With youtube dl you can download the subtitle tracks which should have timestamps. Though last time I checked they were broken (showing the whole test on the first timestamp) but perhaps they fixed it

chiefalchemist · on Dec 18, 2022

For Power Point and screenshare based videos, a screenshot every 15 seconds or so would be great.

Often enough I'd rather read than watch. Reading in faster. Having corresponding visuals would be a big plus.

pete_nic · on Dec 19, 2022

Can it calculate words per minute too? That would be helpful.

arcturus17 · on Dec 18, 2022

The copy on your website is pure fire my dude.

gbertb · on Dec 18, 2022

Is this utilizing whisper to transcribe?

arboles · on Dec 18, 2022

Youtube already auto-generates transcripts that you can see in the ... menu in most videos. This website just seems like an alternative frontend?

EGreg · on Dec 18, 2022

Or maybe it processes the video with its own backend ? How do you tell

arboles · on Dec 18, 2022

Just minutes ago, I compared two transcripts for the same video and they were the exact same. Also on YouTubeTranscript.com swearing was redacted with [_], which is something I've only ever seen on youtube captions.
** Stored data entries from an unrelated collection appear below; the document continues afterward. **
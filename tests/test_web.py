"""The counter page (``firstride serve``) through Flask's test client: the form is the schema's,
a build survives the round trip through the form, every input error shows at its field, the
token and the size cap hold, and the private key never reaches a response."""

from __future__ import annotations

import io
import re
import tomllib
from html.parser import HTMLParser
from pathlib import Path

import pytest
from hypothesis import given
from hypothesis import strategies as st

pytest.importorskip("flask")

from reviewer.cli import main
from reviewer.loader import MAX_BUILD_BYTES, parse_build
from reviewer.session import open_session
from reviewer.web.app import MAX_REQUEST_BYTES, create_app
from reviewer.web.counter import Counter
from reviewer.web.schema_form import build_form_shape, form_shape
from reviewer.web.toml_text import dumps, toml_string

from .conftest import SAMPLES

SAMPLE = SAMPLES / "quayside-commuter.toml"
ALL_SAMPLES = sorted(SAMPLES.glob("*.toml"))


class _Form(HTMLParser):
    """The values a browser would submit from a page's forms, template rows left out."""

    def __init__(self) -> None:
        super().__init__(convert_charrefs=True)
        self.values: dict[str, str] = {}
        self.hidden: dict[str, str] = {}
        self._template = 0
        self._select: str | None = None

    def handle_starttag(self, tag: str, attrs: list[tuple[str, str | None]]) -> None:
        a = {k: v or "" for k, v in attrs}
        if tag == "template":
            self._template += 1
        if self._template:
            return
        if tag == "input" and a.get("type") == "hidden":
            self.hidden[a["name"]] = a.get("value", "")
        elif tag == "input" and a.get("type") == "text" and a.get("value"):
            self.values[a["name"]] = a["value"]
        elif tag == "select":
            self._select = a["name"]
        elif tag == "option" and self._select and "selected" in a:
            self.values[self._select] = a.get("value", "")

    def handle_endtag(self, tag: str) -> None:
        if tag == "template":
            self._template -= 1
        elif tag == "select":
            self._select = None


def parsed(html: str) -> _Form:
    form = _Form()
    form.feed(html)
    return form


def errors_at(html: str) -> dict[str, list[str]]:
    """Each field path with the messages shown at it (the field's or its row's own)."""
    found: dict[str, list[str]] = {}
    pattern = r'<p class="(?:group-)?error" data-field="([^"]*)">([^<]*)</p>'
    for path, message in re.findall(pattern, html):
        found.setdefault(_unescape(path), []).append(_unescape(message))
    return found


def _unescape(text: str) -> str:
    import html

    return html.unescape(text)


@pytest.fixture(scope="module")
def counter() -> Counter:
    return Counter(open_session())


@pytest.fixture(scope="module")
def client(counter):
    return create_app(counter).test_client()


def upload(client, raw: bytes, **query):
    return client.post(
        "/upload",
        data={"build_file": (io.BytesIO(raw), "build.toml")},
        content_type="multipart/form-data",
        query_string=query,
    )


# The form is the schema's ----------------------------------------------------------------------


def test_every_field_of_the_schema_is_on_the_page(client) -> None:
    page = client.get("/").get_data(as_text=True)
    names = set(re.findall(r'name="([^"]+)"', page))
    for section in build_form_shape().sections:
        prefix = section.key + ("[0]" if section.repeated else "")
        for item in section.fields:
            assert f"{prefix}.{item.key}" in names
    assert 'name="riders[__ROW0__].mass"' in page  # the row an added rider copies
    assert "controller.motor_current_limit" in names and "battery.bms.fitted" in names


def test_a_new_field_in_the_schema_appears_with_no_page_code() -> None:
    schema = {
        "properties": {
            "gadget": {"$ref": "#/$defs/Gadget"},
            "bolts": {"type": "array", "items": {"$ref": "#/$defs/Gadget"}},
        },
        "$defs": {
            "Gadget": {
                "type": "object",
                "required": ["size"],
                "properties": {
                    "size": {"type": "string", "x-dimension": "[length]", "examples": ["4 mm"]},
                    "finish": {"enum": ["matt", "gloss"], "description": "how it looks"},
                },
            }
        },
    }
    shape = form_shape(schema)
    gadget, bolts = shape.sections
    assert not gadget.repeated and bolts.repeated
    size, finish = gadget.fields
    assert (size.kind, size.unit, size.required) == ("quantity", "mm", True)
    assert finish.choices == ("matt", "gloss") and finish.help == "how it looks"


# A build through the form and back ----------------------------------------------------------


@pytest.mark.parametrize("sample", ALL_SAMPLES, ids=lambda p: p.stem)
def test_a_sample_uploaded_and_written_back_validates_to_the_same_build(
    client, counter, sample: Path
) -> None:
    page = upload(client, sample.read_bytes()).get_data(as_text=True)
    assert errors_at(page) == {}
    text, _ = counter.from_form(parsed(page).values)
    again = parse_build(text.encode("utf-8"), "again.toml")
    assert again.build == parse_build(sample.read_bytes(), str(sample)).build
    assert again.data == tomllib.loads(sample.read_text(encoding="utf-8"))


def test_the_review_page_offers_the_build_and_its_review_the_cli_would_write(
    client, tmp_path: Path, monkeypatch
) -> None:
    values = parsed(upload(client, SAMPLE.read_bytes()).get_data(as_text=True)).values
    page = client.post("/review", data=values).get_data(as_text=True)
    assert "Verdict: GO" in page
    assert page.index('class="counter-bar"') < page.index("Verdict: GO")
    build = parsed(page).hidden["build"].replace("\n", "\r\n")  # as a browser sends it
    downloads = {}
    for form in ("toml", "md", "html", "json"):
        answer = client.post("/download", data={"build": build, "form": form})
        assert answer.status_code == 200
        downloads[form] = answer
    saved = downloads["toml"].headers["Content-Disposition"]
    assert saved == 'attachment; filename="quayside-commuter.toml"'
    (tmp_path / "quayside-commuter.toml").write_bytes(downloads["toml"].data)
    monkeypatch.chdir(tmp_path)
    main(["review", "quayside-commuter.toml", "-o", "cli.md", "-q"])
    assert downloads["md"].data == (tmp_path / "cli.md").read_bytes()
    assert downloads["json"].headers["Content-Type"].startswith("application/json")
    assert b"<!DOCTYPE html>" in downloads["html"].data


def test_edit_fills_the_form_from_the_review_page(client, counter) -> None:
    text = SAMPLE.read_text(encoding="utf-8")
    page = client.post("/edit", data={"build": text}).get_data(as_text=True)
    again, _ = counter.from_form(parsed(page).values)
    assert tomllib.loads(again) == tomllib.loads(text)


# Every error at its field -------------------------------------------------------------------


def test_every_error_shows_at_its_field_at_once(client) -> None:
    form = {
        "vehicle.name": "Yard Kart",
        "riders[0].name": "Ash",
        "riders[0].mass": "heavy",
        "riders[0].class": "giant",
        "battery.chemistry": "li-ion",
        "battery.cells_series": "seven",
        "wires[0].name": "pack lead",
        "wires[0].circuit": "battery",
    }
    page = client.post("/review", data=form).get_data(as_text=True)
    shown = errors_at(page)
    assert shown.keys() >= {
        "vehicle.kind",
        "riders[0].mass",
        "riders[0].class",
        "battery.cells_series",
        "wires[0].length",
    }
    assert shown["vehicle.kind"] == ["this field is required"]
    assert "integer" in shown["battery.cells_series"][0]
    assert "one of" in shown["riders[0].class"][0]
    listed = page.split('id="problems"')[1].split("</section>")[0]
    assert listed.count("<li>") == sum(map(len, shown.values()))  # each also in the list
    assert 'href="#f-riders-0--mass"' in listed
    assert parsed(page).values["riders[0].mass"] == "heavy"  # what was typed stays


def test_an_error_in_a_later_row_lands_on_that_row(client) -> None:
    form = {
        "vehicle.name": "Yard Kart",
        "vehicle.kind": "kart",
        "riders[0].name": "",  # an empty row: left out of the file
        "riders[3].name": "Ash",
        "riders[3].class": "adult",
        "riders[3].mass": "12 V",
    }
    shown = errors_at(client.post("/review", data=form).get_data(as_text=True))
    assert list(shown) == ["riders[3].mass"]


def test_an_uploaded_file_with_mistakes_fills_the_form_with_errors_at_their_fields(client) -> None:
    raw = b'[vehicle]\nname = "X"\nkind = "kart"\nwheelz = 3\n[battery]\ncells_series = 0\n'
    page = upload(client, raw).get_data(as_text=True)
    shown = errors_at(page)
    assert "battery.chemistry" in shown and "battery.cells_series" in shown
    assert any("wheelz" in m and "no such key" in m for m in shown["vehicle"])
    assert parsed(page).values["battery.cells_series"] == "0"


def test_a_file_that_is_not_toml_is_one_error_at_the_top(client) -> None:
    page = upload(client, b"[vehicle\n").get_data(as_text=True)
    assert 'id="problems"' in page and "valid TOML" in page


# Escaping, the token, the size cap -----------------------------------------------------------


def test_text_from_a_build_is_escaped_everywhere(client) -> None:
    hostile = '<script>alert("x")</script>'
    raw = f'[vehicle]\nname = {toml_string(hostile)}\nkind = "kart"\n'.encode()
    form_page = upload(client, raw).get_data(as_text=True)
    assert hostile not in form_page and "&lt;script&gt;" in form_page
    values = parsed(form_page).values
    review = client.post("/review", data=values)
    assert review.status_code == 200 and hostile not in review.get_data(as_text=True)
    policy = review.headers["Content-Security-Policy"]
    assert "default-src 'none'" in policy and "form-action 'self'" in policy


def test_nothing_on_the_pages_is_fetched_from_elsewhere(client) -> None:
    page = client.get("/").get_data(as_text=True)
    assert not re.search(r'(?:src|href|action)="(?:https?:)?//', page)
    assert "<link" not in page


def test_off_loopback_every_request_needs_the_token(counter) -> None:
    client = create_app(counter, token="s3cret-token").test_client()
    assert client.get("/").status_code == 403
    assert client.get("/?token=wrong").status_code == 403
    assert client.get("/?token=s3cret-token").status_code == 200
    assert client.get("/", headers={"X-Firstride-Token": "s3cret-token"}).status_code == 200
    assert client.post("/review", data={"vehicle.name": "x"}).status_code == 403
    page = client.post("/review", data={"token": "s3cret-token", "vehicle.name": "x"})
    assert page.status_code == 200 and 'name="token" value="s3cret-token"' in page.text


def test_on_loopback_a_foreign_host_name_is_refused(client) -> None:
    assert client.get("/", headers={"Host": "attacker.example:8750"}).status_code == 403
    assert client.get("/", headers={"Host": "127.0.0.1:8750"}).status_code == 200
    assert client.get("/", headers={"Host": "[::1]:8750"}).status_code == 200


def test_an_upload_over_the_size_cap_is_refused(client) -> None:
    raw = b"#" * (MAX_BUILD_BYTES + 1)
    page = upload(client, raw).get_data(as_text=True)
    assert f"at most {MAX_BUILD_BYTES} bytes" in page and 'id="problems"' in page
    huge = upload(client, b"#" * (MAX_REQUEST_BYTES + 1))
    assert huge.status_code == 413 and "at most" in huge.get_data(as_text=True)


def test_a_download_names_only_a_form_of_the_list(client) -> None:
    text = SAMPLE.read_text(encoding="utf-8")
    assert client.post("/download", data={"build": text, "form": "../x"}).status_code == 400
    assert client.post("/download", data={"build": "[vehicle", "form": "md"}).status_code == 400


# Signing ------------------------------------------------------------------------------------


def test_the_key_never_reaches_a_response_and_the_signature_holds(tmp_path: Path) -> None:
    from reviewer.signing import verify_review
    from reviewer.signing_keys import generate_key_pair, load_private_key

    key_file, public_file = tmp_path / "shop.key", tmp_path / "shop.pub"
    generate_key_pair(key_file, public_file)
    secret_lines = [
        line for line in key_file.read_text().splitlines() if line and "-----" not in line
    ]
    client = create_app(Counter(open_session(), load_private_key(key_file))).test_client()
    text = SAMPLE.read_text(encoding="utf-8")
    answers = [client.get("/"), upload(client, SAMPLE.read_bytes())]
    values = parsed(answers[-1].get_data(as_text=True)).values
    answers.append(client.post("/review", data=values))
    assert "Sign and download" in answers[-1].get_data(as_text=True)
    answers.append(client.post("/sign", data={"build": text, "signer": "Pаul", "role": "shop"}))
    assert "several scripts" in errors_at(answers[-1].get_data(as_text=True))["signer"][0]
    for form in ("toml", "md"):
        answers.append(client.post("/download", data={"build": text, "form": form}))
    signed = client.post("/sign", data={"build": text, "signer": "Robin Vale", "role": "tech"})
    answers.append(signed)
    assert signed.headers["Content-Disposition"].endswith('-review-signed.md"')
    for answer in answers:
        body = answer.get_data(as_text=True)
        assert all(line not in body for line in secret_lines)
    (check,) = verify_review(signed.get_data(as_text=True))
    assert check.valid and check.signer == "Robin Vale"


def test_without_a_key_there_is_no_sign_button_and_signing_is_refused(client) -> None:
    text = SAMPLE.read_text(encoding="utf-8")
    answer = client.post("/sign", data={"build": text, "signer": "Robin", "role": "tech"})
    assert "without --key" in answer.get_data(as_text=True)


# The TOML writer ----------------------------------------------------------------------------


@given(st.text())
def test_any_string_is_written_so_it_reads_back(text: str) -> None:
    expected = text.encode("utf-16", "surrogatepass").decode("utf-16", "replace")
    assert tomllib.loads(dumps({"t": {"k": text}}))["t"]["k"] == expected


def test_every_shape_of_the_schema_is_written_and_read_back() -> None:
    tree = {
        "vehicle": {"name": 'a "b" \\ c', "kind": "kart", "mass": "16 kg"},
        "battery": {"cells_series": 7, "cell_c_rate": 1.5e-3, "bms": {"fitted": False}},
        "motors": [{"name": "m", "cooling": {"fan": True}}, {"name": "n"}],
        "logic": {"pins": ["P3", "Q0"], "port_groups": [{"name": "p", "pins": []}]},
        "odd key": {"ünï": 1.0},
    }
    assert tomllib.loads(dumps(tree)) == tree


# The command --------------------------------------------------------------------------------


def test_serving_the_network_needs_an_explicit_option(capsys) -> None:
    from reviewer.commands.serve import is_loopback

    assert main(["serve", "--host", "0.0.0.0"]) == 2
    assert "--allow-network" in capsys.readouterr().err
    assert is_loopback("127.0.0.1") and is_loopback("::1") and is_loopback("localhost")
    assert not is_loopback("192.168.1.20")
kristianheljas · on Dec 18, 2022

First indication is the processing speed - there's known machine in the world that could transcribe videos in such speed.

EGreg · on Dec 18, 2022

How about a cluster in parallel?

codetrotter · on Dec 18, 2022

The simplest explanation is often the most probable one.

Why would you reach for a cluster of machines working in parallel, when you could retrieve the already auto-created transcript from YouTube servers?

Also, other comments have pointed out that the transcripts are identical with the ones created by YouTube, which would be unlikely to happen if this service was creating transcripts of their own.

tkgally · on Dec 19, 2022

Apparently not. I compared the result of the linked site to a Whisper transcription of the same video. While the word-by-word accuracy of the two transcriptions was about the same, the Whisper transcription was punctuated nearly perfectly and therefore much easier to read.

mmsc · on Dec 19, 2022

youglish.com is a similar type of website, but you can read the words as they're spoken.

bilater · on Dec 18, 2022

Nice! Did something similar a couple of years ago: https://you-tldr.com/

Summary remains the elusive hard part...both to do and to serve at scale. But we get closer by the day.

chillel · on Dec 20, 2022

Nice work. I actually found your site thru Google by trying to find this HN post again. Out of curiosity, do you get a lot of paid subscribers? What do revenue figures look like for a project like this?